1003. Emergency (25)

时间限制

400 ms

内存限制

65536 kB

代码长度限制

16000 B

判题程序

Standard

作者

CHEN, Yue

As an emergency rescue team leader of a city, you are given a special map of your country. The map shows several scattered cities connected by some roads. Amount of rescue teams in each city and the length of each road between any pair of cities are marked on the map. When there is an emergency call to you from some other city, your job is to lead your men to the place as quickly as possible, and at the mean time, call up as many hands on the way as possible.

Input

Each input file contains one test case. For each test case, the first line contains 4 positive integers: N (<= 500) - the number of cities (and the cities are numbered from 0 to N-1), M - the number of roads, C1 and C2 - the cities that you are currently in and that you must save, respectively. The next line contains N integers, where the i-th integer is the number of rescue teams in the i-th city. Then M lines follow, each describes a road with three integers c1, c2 and L, which are the pair of cities connected by a road and the length of that road, respectively.
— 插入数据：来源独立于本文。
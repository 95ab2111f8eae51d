// DrawStream: the random numbers of one ensemble draw, a pure function of (seed, draw
// index), so that a draw gives the same inputs whichever thread, slice or machine runs
// it (DESIGN.md 3.7: results do not depend on thread count; slices merge exactly).
//
// Generator: SplitMix64 (Steele, Lea & Flood 2014, "Fast splittable pseudorandom number
// generators", OOPSLA '14): state += golden gamma; output = finaliser(state). It is a
// counter-based generator: the k-th number of a stream is finaliser(start + k gamma). The
// start of draw d's stream is the finaliser applied to the seed and d, which decorrelates
// neighbouring draw indices (the finaliser is a bijection with full avalanche). Not a
// cryptographic generator; its moments are checked by input_distribution_test.
//
// Continuous variates (all deterministic given the stream; they use only +, *, /, sqrt,
// log, exp, pow of the C++ library, so one binary gives the same bits on every run):
//   uniform01   53 high bits / 2^53, in [0, 1)
//   normal      Marsaglia polar method (Marsaglia & Bray 1964 SIAM Rev 6:260)
//   gamma(a)    Marsaglia & Tsang 2000 (ACM TOMS 26:363); a < 1 by the boost
//               G(a) = G(a + 1) U^(1/a) of the same paper.
#pragma once

#include <cmath>
#include <cstdint>

namespace tl::ensemble {

inline constexpr std::uint64_t kGoldenGamma = 0x9e3779b97f4a7c15ULL;

// The SplitMix64 output function (a bijection of 64-bit words).
inline constexpr std::uint64_t splitMixFinalise(std::uint64_t z)
{
    z = (z ^ (z >> 30)) * 0xbf58476d1ce4e5b9ULL;
    z = (z ^ (z >> 27)) * 0x94d049bb133111ebULL;
    return z ^ (z >> 31);
}

class DrawStream {
public:
    // `purpose` separates independent uses of the same (seed, draw) (inputs, a pilot ...).
    DrawStream(std::uint64_t seed, std::uint64_t draw, std::uint64_t purpose = 0)
        : state_(splitMixFinalise(splitMixFinalise(seed + kGoldenGamma) ^ (draw * 0xd1b54a32d192ed03ULL) ^
                                  (purpose * 0xaef17502108ef2d9ULL)))
    {
    }

    std::uint64_t next()
    {
        state_ += kGoldenGamma;
        return splitMixFinalise(state_);
    }

    double uniform01() { return static_cast<double>(next() >> 11) * 0x1.0p-53; }
    // In (0, 1]: for logarithms.
    double uniformOpen0() { return (static_cast<double>(next() >> 11) + 1.0) * 0x1.0p-53; }

    double normal()
    {
        for (;;) {
            const double u = 2.0 * uniform01() - 1.0;
            const double v = 2.0 * uniform01() - 1.0;
            const double s = u * u + v * v;
            if (s > 0.0 && s < 1.0) return u * std::sqrt(-2.0 * std::log(s) / s);  // the pair's second value is dropped
        }
    }

    // Gamma(shape a, scale 1), a > 0.
    double gamma(double a)
    {
        if (a < 1.0) return gamma(a + 1.0) * std::pow(uniformOpen0(), 1.0 / a);
        const double d = a - 1.0 / 3.0;
        const double c = 1.0 / std::sqrt(9.0 * d);
        for (;;) {
            double x, v;
            do {
                x = normal();
                v = 1.0 + c * x;
            } while (v <= 0.0);
            v = v * v * v;
            const double u = uniformOpen0();
            if (u < 1.0 - 0.0331 * (x * x) * (x * x)) return d * v;
            if (std::log(u) < 0.5 * x * x + d * (1.0 - v + std::log(v))) return d * v;
        }
    }

private:
    std::uint64_t state_;
};

}  // namespace tl::ensemble
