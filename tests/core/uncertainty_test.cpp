// The uncertainty budget (daemon/core/uncertainty.hpp): the interval it gives must hold the true
// return loss on a bench whose standards, LOAD, source match and leakage phase are all
// imperfect, for every error phase. The bench below is written here, independently of the
// core's code, from the one-port model (common practice, no source).
#include "daemon/core/uncertainty.hpp"

#include <cmath>
#include <complex>
#include <map>
#include <numbers>
#include <random>
#include <vector>

#include <gtest/gtest.h>

#include "daemon/core/analysis.hpp"
#include "daemon/core/calibration.hpp"
#include "daemon/core/rf_math.hpp"
#include "tests/core/synthetic_bench.hpp"

namespace echoline::core {
namespace {

using cd = std::complex<double>;
constexpr double kPi = std::numbers::pi;

// An imperfect bench: leakage of magnitude eps_d turning with delay_s, source match eps_s, a
// LOAD of 40 dB at a given phase, OPEN/SHORT with fringe / inductance and 0.998 magnitude,
// Gaussian reading noise of sigma_db per reading.
struct ImperfectBench {
  double eps_d = std::pow(10.0, -30.0 / 20);
  double eps_s = std::pow(10.0, -25.0 / 20);
  double delay_s = 3e-9;
  double phase0 = 0;
  double load_phase = 0;
  double sigma_db = 0.03;
  double level_dbm = -31;
  mutable std::mt19937_64 rng{7};

  cd open(double f) const {
    const double w = 2 * kPi * f;
    return 0.998 * cd(1, -w * 10e-15 * 50) / cd(1, w * 10e-15 * 50);
  }
  cd shrt(double f) const {
    const double w = 2 * kPi * f;
    return 0.998 * (cd(0, w * 10e-12) - 50.0) / (cd(0, w * 10e-12) + 50.0);
  }
  cd load(double) const { return std::polar(std::pow(10.0, -40.0 / 20), load_phase); }
  double read(double f, cd gamma) const {
    const cd ed = std::polar(eps_d, phase0 + 2 * kPi * f * delay_s);
    const cd es = std::polar(eps_s, 0.6 * phase0 + 2 * kPi * f * 2 * delay_s);
    std::normal_distribution<double> n(0, sigma_db);
    return level_dbm + 20 * std::log10(std::abs(ed + gamma / (1.0 - es * gamma))) + n(rng);
  }
};

Recipe plan_recipe() {
  Recipe r = testing_bench::whip_recipe();
  r.segments = {Segment{860e6, 970e6, 221}};
  return r;
}

// The kit that describes ImperfectBench's standards, with small tolerances.
CalKit bench_kit() {
  CalKit k;
  k.identity = "test kit";
  k.serial = "K-1";
  k.open.min_magnitude = 0.995;
  k.open.fringe_capacitance_f = 10e-15;
  k.open.phase_tolerance_rad = 1 * kPi / 180;
  k.short_.min_magnitude = 0.995;
  k.short_.inductance_h = 10e-12;
  k.short_.phase_tolerance_rad = 1 * kPi / 180;
  k.load = {LoadStep{6e9, 39}};
  return k;
}

std::map<std::string, std::vector<Reading>> measure_standards(const Recipe& r, const ImperfectBench& b) {
  std::map<std::string, std::vector<Reading>> t;
  for (double f : plan_frequencies(r)) {
    t["OPEN"].push_back({f, b.read(f, b.open(f))});
    t["SHORT"].push_back({f, b.read(f, b.shrt(f))});
    t["LOAD"].push_back({f, b.read(f, b.load(f))});
    t["OPEN/repeat"].push_back({f, b.read(f, b.open(f))});
    t["LOAD/repeat"].push_back({f, b.read(f, b.load(f))});
  }
  return t;
}

StationCapability station_with(const CalKit& kit) {
  StationCapability s = testing_bench::station();
  s.kit = kit;
  s.source_match_db = 25;
  s.test_port_delay_s = 3e-9;
  return s;
}

// Every point of many units, every leakage phase, LOAD phase and noise draw: the true return
// loss lies in [worst, best]. The classic bound |Γ| ± ρ_D alone misses some of these points
// (the LOAD's own reflection and the noise are left out), which is what the budget is for.
TEST(UncertaintyBudget, IntervalHoldsTheTrueReturnLossOnAnImperfectBench) {
  const Recipe r = plan_recipe();
  const CalKit kit = bench_kit();
  long points = 0, outside = 0, classic_outside = 0;
  for (int trial = 0; trial < 24; ++trial) {
    ImperfectBench b;
    b.phase0 = 2 * kPi * trial / 24;
    b.load_phase = 2 * kPi * ((trial * 7) % 24) / 24;
    b.rng.seed(100 + trial);
    const auto traces = measure_standards(r, b);
    const CalibrationRecord cal = build_calibration(r, traces, station_with(kit), "c", "2026-12-01T00:00:00Z");
    ASSERT_TRUE(cal.valid) << (cal.errors.empty() ? "" : cal.errors.front());
    const auto plan = plan_frequencies(r);
    for (double f0 : {905e6, 915e6, 930e6}) {
      for (std::size_t i = 0; i < plan.size(); ++i) {
        const cd g = testing_bench::antenna(plan[i], f0, 9, 45);
        const double raw = b.read(plan[i], g);
        const double truth = return_loss_from_gamma(std::abs(g));
        const ReturnLossBounds bb = budget_bounds(cal.budget, i, cal.reference_dbm[i], raw);
        ++points;
        if (truth < bb.worst_db - 1e-9 || truth > bb.best_db + 1e-9) ++outside;
        const ReturnLossBounds classic =
            return_loss_bounds(cal.reference_dbm[i] - raw, cal.directivity_db[i], cal.budget.source_match > 0 ? 25 : 80);
        if (truth < classic.worst_db || truth > classic.best_db) ++classic_outside;
      }
    }
  }
  EXPECT_EQ(outside, 0) << "of " << points << " points";
  EXPECT_GT(classic_outside, 0) << "the classic bound should miss some points on this bench";
  std::printf("[ budget  ] %ld points: %ld outside the budget's interval, %ld outside the classic directivity bound\n",
              points, outside, classic_outside);
}
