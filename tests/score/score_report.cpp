// Acceptance thresholds, summary and JSON of one scoring run (score_report.hpp).
#include "tests/score/score_report.hpp"

#include <algorithm>
#include <cmath>

#include <fmt/format.h>

namespace echoline::score {
namespace {

using nlohmann::json;

double pct(double part, double whole) { return whole > 0 ? 100.0 * part / whole : 0.0; }

const std::vector<std::string> kClassOrder = {"no-response", "tuned-low", "tuned-high", "shallow", "out-of-mask", "(none)"};

void print_list(std::FILE* out, const char* title, const std::vector<std::string>& items, std::size_t limit = 40) {
  if (items.empty()) return;
  std::fprintf(out, "  %s (%zu):\n", title, items.size());
  for (std::size_t i = 0; i < items.size() && i < limit; ++i) std::fprintf(out, "    %s\n", items[i].c_str());
  if (items.size() > limit) std::fprintf(out, "    ... %zu more (see the JSON file)\n", items.size() - limit);
}

void print_reasons(std::FILE* out, const char* title, const std::map<std::string, int>& reasons, std::size_t limit = 12) {
  if (reasons.empty()) return;
  std::vector<std::pair<std::string, int>> v(reasons.begin(), reasons.end());
  std::stable_sort(v.begin(), v.end(), [](const auto& a, const auto& b) { return a.second > b.second; });
  std::fprintf(out, "  %s (first 60 characters; %zu groups):\n", title, v.size());
  for (std::size_t i = 0; i < v.size() && i < limit; ++i) std::fprintf(out, "    %4d  %s\n", v[i].second, v[i].first.c_str());
  if (v.size() > limit) std::fprintf(out, "    ... %zu more groups (see the JSON file)\n", v.size() - limit);
}

void print_confusion(std::FILE* out, const ClassFigures& c) {
  if (c.failed == 0) return;
  std::vector<std::string> cols;
  for (const auto& k : kClassOrder) {
    for (const auto& [e, row] : c.confusion) {
      if (row.count(k) && std::find(cols.begin(), cols.end(), k) == cols.end()) cols.push_back(k);
    }
  }
  std::fprintf(out, "  failure classes, expected (rows) x reported (columns):\n    %-20s", "");
  for (const auto& k : cols) std::fprintf(out, " %12s", k.c_str());
  std::fprintf(out, "\n");
  for (const auto& [expected, row] : c.confusion) {
    std::fprintf(out, "    %-20s", expected.c_str());
    for (const auto& k : cols) {
      auto it = row.find(k);
      std::fprintf(out, " %12d", it == row.end() ? 0 : it->second);
    }
    std::fprintf(out, "\n");
  }
}
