// 0 pass, 1 inconclusive, 2 fail: the unit's readings against every point's thresholds.
int outcome(const std::vector<MaskPoint>& pts, double f_r, const UnitModel& u, double theta) {
  UnitModel without_leakage = u;   // the pair's estimate holds no leakage term
  without_leakage.leakage = 0;
  int worst = 0;
  for (const MaskPoint& p : pts) {
    const double rl = p.pair ? reading_rl(p.f, f_r, without_leakage, 0) : reading_rl(p.f, f_r, u, theta);
    if (rl < p.fail) return 2;
    if (rl < p.pass) worst = 1;
  }
  return worst;
}

struct Shares {
  double pass = 0, inconclusive = 0, fail = 0;
  double inconclusive_low = 1, inconclusive_high = 0;   // over the leakage's phases
};

Shares shares(const std::vector<MaskPoint>& pts, std::optional<double> sd, const UnitModel& u) {
  Shares s;
  const bool spread = sd && *sd > 0;
  for (int k = 0; k < kLeakagePhases; ++k) {
    const double theta = 2 * std::numbers::pi * k / kLeakagePhases;
    double share[3] = {0, 0, 0}, total = 0;
    auto add = [&](int o, double w) {
      share[o] += w;
      total += w;
    };
    if (!spread) {
      add(outcome(pts, u.center_hz, u, theta), 1.0);
    } else {
      for (int i = 0; i < kSpreadSteps; ++i) {
        const double z = -5.0 + 10.0 * i / (kSpreadSteps - 1);
        add(outcome(pts, u.center_hz + z * *sd, u, theta), std::exp(-0.5 * z * z) * (i == 0 || i == kSpreadSteps - 1 ? 0.5 : 1.0));
      }
    }
    s.pass += share[0] / total / kLeakagePhases;
    s.inconclusive += share[1] / total / kLeakagePhases;
    s.fail += share[2] / total / kLeakagePhases;
    s.inconclusive_low = std::min(s.inconclusive_low, share[1] / total);
    s.inconclusive_high = std::max(s.inconclusive_high, share[1] / total);
  }
  return s;
}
It is guaranteed that there exists at least one path from C1 to C2.

Output

For each test case, print in one line two numbers: the number of different shortest paths between C1 and C2, and the maximum amount of rescue teams you can possibly gather.
All the numbers in a line must be separated by exactly one space, and there is no extra space allowed at the end of a line.

Sample Input

5 6 0 2
1 2 1 5 3
0 1 1
0 2 2
0 3 1
1 2 1
2 4 1
3 4 1

Sample Output

2 4

点似乎不是很多，数据友好，最后一组7MS都能跑完，另外一种感觉麻烦一点但是适应性比较好做法是修改一下dij的写法加上dp的思想，然而不太懂，有空再看……

代码：

#include<iostream>
#include<algorithm>
#include<cstdlib>
#include<sstream>
#include<cstring>
#include<bitset>
#include<cstdio>
#include<string>
#include<deque>
#include<stack>
#include<cmath>
#include<queue>
#include<set>
#include<map>
using namespace std;
#define INF 0x3f3f3f3f
#define CLR(x,y) memset(x,y,sizeof(x))
#define LC(x) (x<<1)
#define RC(x) ((x<<1)+1)
#define MID(x,y) ((x+y)>>1)
typedef pair<int,int> pii;
typedef long long LL;
const double PI=acos(-1.0);
const int N=510;
const int M=500010;
struct info
{
	int to;
	int pre;
	int dx;
};
info E[M];
int head[M],ne;
int val[N],d[N],vis[N];
int maxm,ans,n,m,s,t;
void add(int s,int t,int d)
{
	E[ne].to=t;
	E[ne].pre=head[s];
	E[ne].dx=d;
	head[s]=ne++;
}
void init()
{
	CLR(head,-1);
	ne=0;
	CLR(val,0);
	CLR(d,INF);
	ans=0;
	maxm=0;
	CLR(vis,0);
}
void spfa(int s)
{
	int i;
	priority_queue<pii>Q;
	d[s]=0;
	Q.push(pii(-d[s],s));
	while (!Q.empty())
	{
		int now=Q.top().second;
		Q.pop();
		for (i=head[now]; ~i; i=E[i].pre)
		{
			int v=E[i].to;
			if(d[v]>d[now]+E[i].dx)
			{
				d[v]=d[now]+E[i].dx;
				Q.push(pii(-d[v],v));
			}
		}
	}
}
void dfs(int now,int len,int ma)
{
	int i;
	if(now==t)
	{
		if(ma>maxm)
			maxm=ma;
		++ans;
		return ;
	}
	for (i=head[now]; ~i; i=E[i].pre)
	{
		int v=E[i].to;
		if(!vis[v]&&d[now]+E[i].dx==d[v])
		{
			vis[v]=1;
			dfs(v,d[v],ma+val[v]);
			vis[v]=0;
		}
	}
}
int main(void)
{
	int x,y,z,i,j;
	while (~scanf("%d%d%d%d",&n,&m,&s,&t))
	{
		init();
		for (i=0; i<n; ++i)
			scanf("%d",&val[i]);
		for (i=0; i<m; ++i)
		{
			scanf("%d%d%d",&x,&y,&z);
			add(x,y,z);
			add(y,x,z);
		}
		spfa(s);
		dfs(s,d[s],val[s]);
		printf("%d %d\n",ans,maxm);
	}
	return 0;
}